⟨
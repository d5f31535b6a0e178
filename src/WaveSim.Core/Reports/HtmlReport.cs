using System.Globalization;
using WaveSim.Core.Analysis;
using WaveSim.Core.Pictures;
using WaveSim.Core.Rendering;
using WaveSim.Core.Solver;
using WaveSim.Core.Terminations;
using WaveSim.Core.Units;

namespace WaveSim.Core.Reports;

/// <summary>The result of building a report: the page and the per-probe verdicts it shows.</summary>
/// <param name="Html">The whole self-contained page (UTF-8 text).</param>
/// <param name="Checks">One verdict per probe, in probe order.</param>
public sealed record HtmlReportResult(string Html, IReadOnlyList<ReceiverCheck> Checks);

/// <summary>
/// Builds one self-contained HTML page for a run: the scenario, the plan and its problems, a signal-quality table with
/// pass/fail cells against the receiver thresholds, the pictures as PNG data URIs, eyes, terminations, limits and cautions.
/// The page loads nothing else (no scripts, fonts, style sheets or images from elsewhere), so it opens offline.
/// </summary>
public static class HtmlReport
{
    /// <summary>The largest page the report writes with the full record; above it the zoom draws the thinned record.</summary>
    public const long MaxPageBytes = 10_000_000;

    /// <summary>
    /// The options a run needs for its report: the full analysis with receivers judged at the default limits and
    /// <paramref name="settleBand"/> (the same as <c>terminations</c>), and the space-time map's snapshots.
    /// </summary>
    public static RunOptions RunOptions(double settleBand = SignalQualityOptions.DefaultSettleBand, bool force = false) => new()
    {
        Force = force,
        Analysis = new AnalysisOptions { SettleBand = settleBand, Limits = new VerdictLimits { SettleBand = settleBand } },
    };

    /// <summary>Builds the page. The run must hold snapshots (simulate with <see cref="RunOptions"/>); without them the frames and space-time map are left out with a note.</summary>
    public static HtmlReportResult Build(ReportInput input)
    {
        ArgumentNullException.ThrowIfNull(input);
        var r = input.Result;
        var s = r.Scenario;
        var checks = ReceiverCheck.Of(input.Outcome);
        var n = new ReportNumbers(r.Plan.Dt);
        var w = new HtmlWriter();
        PageShell.Head(w, $"{s.Title} - WaveSim report");
        w.El("h1", s.Title);
        w.El("p", $"WaveSim report. Simulated {Quantity.Format(s.Simulation.Duration, "s", 4)} in {r.Plan.Steps} steps; scenario file {Path.GetFileName(s.FilePath ?? "")}.", ("class", "note"));

        w.El("h2", "Scenario");
        w.El("pre", input.ScenarioText, ("id", "scenario"));

        Plan(w, r, n);
        BufferSection.Write(w, s);
        Figures(w, input, checks, n);

        // The same window and probes as run's waveforms.png: a long clock or bit stream shows its start-up and first edges.
        var picture = RunPictures.Waveforms(input.Outcome, input.Waveforms);
        PageShell.Waveforms(w, picture);
        w.Raw("<details>\n<summary>Static picture (as waveforms.png)</summary>\n");
        w.Image("waveforms", XyChart.RenderPng(picture.Chart, ReportImages.WaveformWidth, ReportImages.WaveformHeight),
            ReportImages.WaveformWidth, ReportImages.WaveformHeight, "Probe voltages against time");
        w.Raw("</details>\n");
        if (r.Snapshots.Count < 2) w.El("p", "No snapshots were recorded in this run, so there are no frames and no space-time map.", ("class", "note"));
        else PageShell.FramesAndMap(w);

        if (input.Eyes.Count > 0) Eyes(w, s.Title, input.Eyes);
        if (input.Terminations is { } t) TerminationSection(w, t, n);
        Limits(w);
        long rest = w.Length + PageShell.ScriptBytes;
        string json = PageData.Json(input.Outcome, picture, input.Waveforms.Probes, MaxPageBytes - rest, input.Waveforms.Currents);
        PageShell.Scripts(w, json);
        w.Line("</body>").Line("</html>");
        return new HtmlReportResult(w.ToString(), checks);
    }

    static void Plan(HtmlWriter w, SimulationResult r, ReportNumbers n)
    {
        var p = r.Plan;
        w.El("h2", "Plan");
        w.Raw("<table id=\"plan\">\n").HeaderRow(["item", "value"]);
        w.Row([("time step", null), (Quantity.Format(p.Dt, "s", 4), null)]);
        w.Row([("stability limit of the step", null), (Quantity.Format(p.DtLimit, "s", 4), null)]);
        w.Row([("steps", null), (p.Steps.ToString(CultureInfo.InvariantCulture), null)]);
        w.Row([("cells", null), (p.TotalCells.ToString(CultureInfo.InvariantCulture), null)]);
        w.Row([("cell updates", null), (p.CellUpdates.ToString("N0", CultureInfo.InvariantCulture), null)]);
        w.Raw("</table>\n");
        w.Raw("<table id=\"segments\">\n").HeaderRow(["segment", "length", "Z0", "delay", "cells", "Courant number"]);
        foreach (var sp in p.Segments)
            w.Row([(sp.Where, null), (Quantity.Format(sp.Segment.Length, "m", 4), null), (Quantity.Format(sp.Segment.Z0, "Ω", 4), null),
                (n.S(sp.Segment.Delay), null), (sp.Cells.ToString(CultureInfo.InvariantCulture), null),
                (sp.Courant.ToString("F3", CultureInfo.InvariantCulture), null)]);
        w.Raw("</table>\n");
        var problems = PlanAdvisor.Problems(r.Scenario, p);
        w.El("h2", "Problems found");
        if (problems.Count == 0) w.El("p", "None found in the plan.");
        else
        {
            w.Raw("<ul id=\"problems\">\n");
            foreach (var x in problems) w.El("li", x);
            w.Raw("</ul>\n");
        }
    }

    static void Figures(HtmlWriter w, ReportInput input, IReadOnlyList<ReceiverCheck> checks, ReportNumbers n)
    {
        bool bits = input.Eyes.Count > 0;
        w.El("h2", "Signal quality");
        var head = new List<string> { "probe", "at", "final", "min", "max", "overshoot", "undershoot", "above high", "below low", "ringback",
            "rise 10-90", "fall 90-10",
            "delay 50 %", "settling", "first-edge crossings", "noise margin high", "noise margin low" };
        if (bits) head.AddRange(["eye height vs thresholds", "eye width vs thresholds"]);
        head.Add("verdict");
        var rules = new CellRules(input.Limits);
        w.Raw("<div class=\"table-box\" id=\"figures-box\">\n<table id=\"figures\">\n").HeaderRow(head);
        for (int i = 0; i < input.Figures.Count; i++)
        {
            var (p, f) = input.Figures[i];
            var c = checks[i];
            // Judged: the first edge's crossings of the band with any level failure beside them; else the record's 50 % crossings.
            string crossings = c.Verdict.Judged && c.Verdict.Edges.Count > 0
                ? c.Verdict.FirstEdgeCrossingsText() : f.ThresholdCrossings.ToString(CultureInfo.InvariantCulture);
            string? Judged(string rule) => c.Thresholds is null ? CellRules.NotJudged : rule;
            var cells = new List<(string, string?, string?)>
            {
                (p.Name, null, null), (p.Location, null, null), (V(p.FigureVolts[^1]), null, null), (V(p.FigureVolts.Min()), null, null),
                (V(p.FigureVolts.Max()), null, null),
                (Pct(f.OvershootPct), Cls(c.OvershootOk), Judged(rules.Overshoot)), (Pct(f.UndershootPct), null, null), (V(f.AboveHighV), null, null),
                (V(f.BelowLowV), null, null), (V(f.RingbackV), Cls(c.RingbackOk), Judged(CellRules.Ringback)), (n.S(f.Rise1090S), null, null),
                (n.S(f.Fall9010S), null, null), (n.S(f.Delay50S), null, null), (Settling(f, n), Cls(c.SettlingOk), Judged(rules.Settling)),
                (crossings, Cls(c.CrossingsOk), Judged(CellRules.Crossings)),
                // A bit stream has no single settled level: its margins are in the eye columns.
                (bits ? "-" : V(f.NoiseMarginHighV), Cls(c.MarginHighOk), Judged(CellRules.MarginHigh)),
                (bits ? "-" : V(f.NoiseMarginLowV), Cls(c.MarginLowOk), Judged(CellRules.MarginLow)),
            };
            if (bits)
            {
                var ef = input.Eyes.FirstOrDefault(x => x.Probe.Name == p.Name)?.Diagram?.Figures;
                cells.Add((V(ef?.EyeHeightThresholdsV), Cls(c.EyeOk), Judged(CellRules.Eye)));
                cells.Add((n.S(ef?.EyeWidthThresholdsS), Cls(c.EyeOk), Judged(CellRules.Eye)));
            }
            cells.Add((c.Pass switch { true => "pass", false => "fail", null => "not judged" }, Cls(c.Pass), Judged(CellRules.Verdict)));
            w.Row(cells);
        }
        w.Raw("</table>\n</div>\n");
        var withRx = checks.Where(c => c.Thresholds is not null).ToList();
        foreach (var c in withRx)
            w.El("p", $"{c.Probe}: receiver thresholds Vih {V(c.Thresholds!.Vih)}, Vil {V(c.Thresholds.Vil)}; settled low {V(c.Verdict.LowV)}, " +
                $"settled high {V(c.Verdict.HighV)}; {c.Verdict.Edges.Count} edge(s) judged.", ("class", "note"));
        var failures = checks.SelectMany(c => c.Verdict.Failures).ToList();
        if (failures.Count > 0)
        {
            w.Raw("<ul id=\"verdicts\">\n");
            foreach (var f in failures) w.El("li", f.ToString());
            w.Raw("</ul>\n");
        }
        foreach (var c in checks.Where(c => c.Verdict.Note is not null)) w.El("p", $"{c.Probe}: {c.Verdict.Note}.", ("class", "note"));
        var lim = input.Limits;
        w.El("p", "Pass/fail rule: " + ReceiverCheck.Rule + $" Limits: overshoot {lim.MaxOvershootPct.ToString("G3", CultureInfo.InvariantCulture)} %, " +
            $"settling {Quantity.Format(lim.MaxSettlingS, "s", 3)} within ±{(lim.SettleBand * 100).ToString("G3", CultureInfo.InvariantCulture)} % of the swing.", ("id", "rule"));
        w.El("p", "Figures refer to the first edge and the level it settles to, measured up to the next source edge at the probe, " +
            "except above high and below low, the worst excursions beyond those levels over the whole record; a dash means the " +
            "figure does not apply. Settling counts from the edge's arrival at the probe (the source edge's 50 % instant plus the line " +
            "delay), delay from the source edge's 50 % instant. First-edge crossings counts the first edge's crossings of the threshold band (1 is right) and " +
            "names a settled level that misses its threshold beside the count. " +
            "Noise margin high = settled high level − Vih; noise margin low = Vil − settled low level.", ("class", "note"));
    }

    static void Eyes(HtmlWriter w, string title, IReadOnlyList<ProbeEye> eyes)
    {
        w.El("h2", "Eye diagrams");
        foreach (var e in eyes)
        {
            if (EyePng(title, e) is { } png)
                w.Image("eye-" + e.Probe.Name, png, ReportImages.EyeWidth, ReportImages.EyeHeight, $"Eye diagram at {e.Probe.Name}");
            else w.El("p", $"{e.Probe.Name}: no eye ({e.Note}).");
        }
    }

    static byte[]? EyePng(string title, ProbeEye e) => EyePicture.RenderPng(title, e, ReportImages.EyeWidth, ReportImages.EyeHeight);

    static void TerminationSection(HtmlWriter w, TerminationStudyResult t, ReportNumbers n)
    {
        w.El("h2", "Terminations");
        w.El("p", $"Z0 {Quantity.Format(t.Z0, "Ω", 3)} (first segment), line delay {Quantity.Format(t.LineDelayS, "s", 3)}, receiver '{t.ReceiverProbe}'; " +
            $"limits: overshoot {t.Options.MaxOvershootPct.ToString("G3", CultureInfo.InvariantCulture)} %, settling {Quantity.Format(t.Options.MaxSettlingS, "s", 3)}; " +
            $"parts simulated with {t.Options.Series} values; power avg is the mean over the record of the simulated v·i in the termination's resistors.");
        w.Raw("<div class=\"table-box\">\n<table id=\"terminations\">\n").HeaderRow(["strategy", "change to the net as drawn", "parts", "overshoot", "undershoot", "settling", "first-edge crossings", "delay 50 %", "power avg", "verdict"]);
        foreach (var o in t.Outcomes)
        {
            string parts = o.Design.Parts.Count == 0 ? "-" : string.Join("; ", o.Design.Parts.Select(p => $"{p.Label} {Quantity.Format(p.Used, p.Unit, 3)}"));
            var f = o.Receiver;
            string change = o.Design.Kind == TerminationKind.AsDrawn ? o.Design.Note ?? "none: the scenario unchanged" : o.Result is null ? "-" : o.Design.Note ?? "-";
            w.Row([(o.Design.Name, null), (change, null), (parts, null), (Pct(f?.OvershootPct), null), (Pct(f?.UndershootPct), null), (f is null ? "-" : Settling(f, n), null),
                (o.VerdictAt(t.ReceiverProbe)?.FirstEdgeCrossingsText() ?? "-", null), (n.S(f?.Delay50S), null),
                (o.PowerAverageW is { } pw ? Quantity.Format(pw, "W", 3) : "-", null),
                (o.Result is null ? "n/a: " + o.Design.Note : o.Verdict, o.Result is null ? null : Cls(o.MeetsLimits))]);
        }
        w.Raw("</table>\n</div>\n");
        w.Image("terminations-overlay", XyChart.RenderPng(TerminationPictures.Receiver(t), ReportImages.TerminationsWidth, ReportImages.TerminationsHeight),
            ReportImages.TerminationsWidth, ReportImages.TerminationsHeight, "Receiver voltage for every termination strategy");
    }

    static void Limits(HtmlWriter w)
    {
        w.El("h2", "Limits of the model");
        w.Raw("<ul id=\"limits\">\n");
        w.El("li", "One conductor pair: a single signal path and its return; no crosstalk between neighbouring lines.");
        w.El("li", "Quasi-TEM propagation: per-unit-length R, L, G, C; no higher-order modes or radiation.");
        w.El("li", "Linear parts: resistors, capacitors and inductors with fixed values; drivers are a waveform behind a fixed resistance; no diodes, clamps or non-linear receivers.");
        w.Raw("</ul>\n");
        w.El("h2", "Cautions");
        w.Raw("<ul id=\"cautions\">\n");
        w.El("li", "This simulation is an estimate. Verify every result on the real hardware before relying on it.");
        w.El("li", "Never connect instruments to energized or high-voltage lines.");
        w.El("li", "Where cables carry mains or high voltage, follow your local codes and licensed practice; this report does not replace them.");
        w.Raw("</ul>\n");
    }

    static string? Cls(bool? ok) => ok switch { true => "pass", false => "fail", null => null };
    static string V(double? v) => ReportNumbers.V(v);
    static string Settling(SignalFigures f, ReportNumbers n) => f.UnsettledAtNextEdge ? "not settled before next edge" : n.S(f.SettlingS);
    static string Pct(double? p) => ReportNumbers.Pct(p);
}
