using System.Globalization;
using WaveSim.Core.Rendering;
using WaveSim.Core.Sweeps;
using WaveSim.Core.Tolerances;
using WaveSim.Core.Units;

namespace WaveSim.Core.Reports;

/// <summary>
/// A Monte Carlo (or corner) run as a <see cref="VariantSet"/> for its page: per limited figure, the samples' values against
/// the figure's most influential key (Spearman's ρ, <see cref="ToleranceSummary.Sensitivity"/>) with the limit drawn, and
/// the yield with its Wilson 95 % interval in the heading. Each sample's thinned waveforms are a click away.
/// </summary>
public static class TolerancePages
{
    /// <summary>The set of <paramref name="r"/> held to <paramref name="limits"/>; without limits every probe's overshoot is charted against sample index.</summary>
    /// <param name="title">The page's heading.</param>
    /// <param name="r">A whole run, its points' waveforms kept (<see cref="SweepRunOptions.WaveformColumns"/>) for the click to show them.</param>
    /// <param name="limits">The limits judged.</param>
    public static VariantSet Set(string title, ToleranceResult r, IReadOnlyList<SweepLimit> limits)
    {
        ArgumentNullException.ThrowIfNull(r);
        ArgumentNullException.ThrowIfNull(limits);
        string what = r.Corners ? "corner" : "sample";
        var variants = r.Points.Select(p => new Variant(Label(r, p, limits, what), p.Index, p.Waveforms?.Time, p.Waveforms?.Volts)).ToList();
        var targets = limits.Count > 0 ? limits.Select(l => l.Target).Distinct().ToList() : r.Probes.Select(p => new ProbeFigure(p, "overshoot_pct")).ToList();
        var figures = targets.Select(t => Figure(r, t, limits, what)).ToList();
        return new VariantSet(title, what, "", false, r.Probes, variants, figures)
        {
            Note = $"{r.Points.Count} {what}s over {string.Join(", ", r.Keys.Select(k => k.ToString()))}.",
            Outcome = Outcome(r, limits),
        };
    }

    /// <summary>The yield line: passes of samples, the fraction and (for random samples) the Wilson score 95 % interval.</summary>
    public static string? Outcome(ToleranceResult r, IReadOnlyList<SweepLimit> limits)
    {
        ArgumentNullException.ThrowIfNull(r);
        ArgumentNullException.ThrowIfNull(limits);
        if (limits.Count == 0 || r.Points.Count == 0) return null;
        int passes = r.Points.Count(p => r.Passes(p, limits));
        string text = string.Create(CultureInfo.InvariantCulture,
            $"Yield: {passes} of {r.Points.Count} meet {string.Join(", ", limits)}: {100.0 * passes / r.Points.Count:F1} %");
        if (r.Corners) return text + " (corners: no interval, they are not a random sample).";
        var w = ToleranceStatistics.Wilson(passes, r.Points.Count);
        return text + string.Create(CultureInfo.InvariantCulture, $" (95 % Wilson interval {w.Low * 100:F1} to {w.High * 100:F1} %).");
    }

    static VariantFigure Figure(ToleranceResult r, ProbeFigure t, IReadOnlyList<SweepLimit> limits, string what)
    {
        int probe = r.Probes.ToList().IndexOf(t.Probe);
        // Only the limited probe's series carries values; the page leaves out series without any.
        var values = r.Probes.Select((_, k) => k == probe ? r.Points.Select(p => r.Value(p, t)).ToArray() : new double?[r.Points.Count]).ToList();
        var ranked = ToleranceSummary.Sensitivity(r, t);
        FigureAxis? axis = null;
        string influence = "no key changes it";
        if (ranked.Count > 0)
        {
            int key = r.Keys.ToList().FindIndex(k => k.KeyPath == ranked[0].Key);
            axis = new FigureAxis(r.Keys[key].KeyPath, DisplayUnit(r.Keys[key]), r.Points.Select(p => p.Values[key]).ToArray());
            influence = string.Create(CultureInfo.InvariantCulture, $"most influential key {ranked[0].Key} (Spearman rho {ranked[0].Rho:F2})");
        }
        string unit = FigureSelector.Unit(t.Figure);
        var held = values[probe].OfType<double>().ToArray();
        string stats = ToleranceStatistics.Describe(held) is { } st
            ? $"mean {Quantity.Format(st.Mean, unit, 4)}, sd {Quantity.Format(st.StandardDeviation, unit, 3)}, p1 {Quantity.Format(st.P1, unit, 4)}, p99 {Quantity.Format(st.P99, unit, 4)}; "
            : $"applies in no {what}; ";
        return new VariantFigure($"{t.Probe} {FigureSelector.Stem(t.Figure)}", unit, values,
            limits.Where(l => l.Target == t).Select(l => ("limit " + l, l.Bound)).ToList())
        {
            Axis = axis,
            PointsOnly = true,
            Note = stats + influence + ".",
        };
    }

    static string Label(ToleranceResult r, SweepPointResult p, IReadOnlyList<SweepLimit> limits, string what)
    {
        string keys = string.Join(", ", r.Keys.Select((k, j) => $"{k.KeyPath} = {Quantity.Format(p.Values[j], DisplayUnit(k), 4)}"));
        string head = r.Corners && p.Index == 0 ? "corner 0 (nominal)" : $"{what} {p.Index}";
        string verdict = limits.Count == 0 ? "" : r.Passes(p, limits) ? " (meets the limits)" : " (fails " + string.Join(", ", limits.Where(l => !l.IsMet(r.Value(p, l.Target)))) + ")";
        return $"{head}: {keys}{verdict}";
    }

    static string DisplayUnit(ToleranceKey k) => k.Distribution.Dimension.SiUnit == "ohm" ? "\u03a9" : k.Distribution.Dimension.SiUnit;
}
⟩
- [What you should do]
Copy every line from the records above that contains the word "MaxSettlingS".

- [Answer to this exercise]
            $"settling {Quantity.Format(lim.MaxSettlingS, "s", 3)} within ±{(lim.SettleBand * 100).ToString("G3", CultureInfo.InvariantCulture)} % of the swing.", ("id", "rule"));
            $"limits: overshoot {t.Options.MaxOvershootPct.ToString("G3", CultureInfo.InvariantCulture)} %, settling {Quantity.Format(t.Options.MaxSettlingS, "s", 3)}; " +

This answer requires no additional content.